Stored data

#include "harness/record/arc_pattern.h"

#include <vector>

#include <fmt/format.h>
#include <fmt/ranges.h>
#include <fnmatch.h>

namespace gatedyno {
namespace {

constexpr const char* kAll = "*";

bool Fits(const std::string& pattern, const std::string& name) {
  return ::fnmatch(pattern.c_str(), name.c_str(), 0) == 0;
}

}  // namespace

bool Covers(const ArcPattern& pattern,
            const Arc& arc,
            const std::string& corner) {
  return Fits(pattern.cells, arc.cell) && Fits(pattern.pins, arc.pin) &&
         Fits(pattern.outputs, arc.output) && Fits(pattern.corners, corner) &&
         (!pattern.edge || *pattern.edge == arc.edge);
}

std::string DescribePattern(const ArcPattern& pattern) {
  std::vector<std::string> parts;
  const auto add = [&parts](const char* what, const std::string& name) {
    if (name != kAll) {
      parts.push_back(fmt::format("{}{}", what, name));
    }
  };
  add("", pattern.cells);
  add("pin ", pattern.pins);
  add("output ", pattern.outputs);
  if (pattern.edge) {
    parts.emplace_back(EdgeName(*pattern.edge));
  }
  add("corner ", pattern.corners);
  return parts.empty() ? "every arc"
                       : fmt::format("{}", fmt::join(parts, ", "));
}

}  // namespace gatedyno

**WHAT THE EXERCISE ASKS:**
Output the records exactly.

**EXERCISE ANSWER:**
#include "harness/record/arc_pattern.h"

#include <vector>

#include <fmt/format.h>
#include <fmt/ranges.h>
#include <fnmatch.h>

namespace gatedyno {
namespace {

constexpr const char* kAll = "*";

bool Fits(const std::string& pattern, const std::string& name) {
  return ::fnmatch(pattern.c_str(), name.c_str(), 0) == 0;
}

}  // namespace

bool Covers(const ArcPattern& pattern,
            const Arc& arc,
            const std::string& corner) {
  return Fits(pattern.cells, arc.cell) && Fits(pattern.pins, arc.pin) &&
         Fits(pattern.outputs, arc.output) && Fits(pattern.corners, corner) &&
         (!pattern.edge || *pattern.edge == arc.edge);
}

std::string DescribePattern(const ArcPattern& pattern) {
  std::vector<std::string> parts;
  const auto add = [&parts](const char* what, const std::string& name) {
    if (name != kAll) {
      parts.push_back(fmt::format("{}{}", what, name));
    }
  };
  add("", pattern.cells);
  add("pin ", pattern.pins);
  add("output ", pattern.outputs);
  if (pattern.edge) {
    parts.emplace_back(EdgeName(*pattern.edge));
  }
  add("corner ", pattern.corners);
  return parts.empty() ? "every arc"
                       : fmt::format("{}", fmt::join(parts, ", "));
}

}  // namespace gatedyno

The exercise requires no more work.